- The Miami Orange Bowl in Miami, Florida, hosted the Orange Bowl.
- Date: January 1, 1962
- Season: 1961
- Stadium: Orange Bowl
- Location: Miami, Florida
- Favorite: LSU by 13 points
- Referee: Cliff Ogden (Big 8) (split crew: Big 8, SEC)
- Attendance: 62,391

United States TV coverage
- Network: ABC
- Announcers: Curt Gowdy, Paul Christman

= 1962 Orange Bowl =

American college football bowl game

The 1962 Orange Bowl was the 28th edition of the college football bowl game, played at the Orange Bowl in Miami, Florida, on Monday, January 1. Part of the 1961–62 bowl game season, the No. 4 LSU Tigers of the Southeastern Conference (SEC) defeated the No. 7 Colorado Buffaloes of the Big Eight Conference, 25–7.

==Teams==

===LSU===

The Tigers, who slipped from an 11-0 national championship season in 1958 and a 9-2 follow-up in 1959 to 5-4-1 in 1960, recovered from a loss to Rice in their season opener to win their next nine games and tie Alabama for the SEC championship. The Tigers and Crimson Tide did not play, the third season of a five-year hiatus in the series.

LSU implemented their "three-platoon system." which included the "Chinese Bandits" defensive unit.

==Game summary==
The game kicked off at 1 pm and was played in a drizzle, the first rain at an Orange Bowl.

===Scoring===
First quarter
- LSU - FG-Wendell Harris 30 yds; 3–0 LSU
- LSU - Safety—punt blocked out of end zone; 5–0 LSU
Second quarter
- Colo - TD-Loren Schweninger 59-yard interception return (Hillebrand kick); 5–7 Colorado
- LSU - TD-Charles Cranford 1-yard run (2-point conversion failed); 11–7 LSU
Third quarter
- LSU - TD-Jimmy Field 9-yard run (Harris kick); 18–7 LSU
- LSU - TD-Gene Sykes recovered blocked punt in end zone (Harris kick); 25–7 LSU
Fourth quarter
No scoring
Source:

==Aftermath==
It was the final game for both head coaches: Colorado's Sonny Grandelius was fired in March in the wake of numerous NCAA rule violations, and Paul Dietzel left for Army, then returned to LSU as athletic director in 1978.

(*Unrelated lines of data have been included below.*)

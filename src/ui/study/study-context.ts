import { createContext, useContext } from 'react';
import { useStore } from 'zustand';
import type { StudyState, StudyStore } from '../../store/study-store';

export const StudyContext = createContext<StudyStore | null>(null);

export function useStudyStore(): StudyStore {
  const study = useContext(StudyContext);
  if (!study) throw new Error('The study panel must be inside <StudyContext.Provider>');
  return study;
}

export function useStudy<T>(selector: (s: StudyState) => T): T {
  return useStore(useStudyStore().store, selector);
}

The next season, Colorado won just two games under interim head coach Bud Davis (who later served as LSU's Chancellor), who was succeeded by Eddie Crowder in January 1963.
The program's next appearance in a major bowl was after the 1976 season, also in the Orange.

LSU's next major bowl appearance was the following year, with a shutout win in the Cotton; their next Orange Bowl was in January 1971. Charles McClendon, Dietzel's top assistant, ascended to head coach and remained through the 1979 season, compiling a 137-59-7 record. McClendon remains LSU winningest coach as of 2025.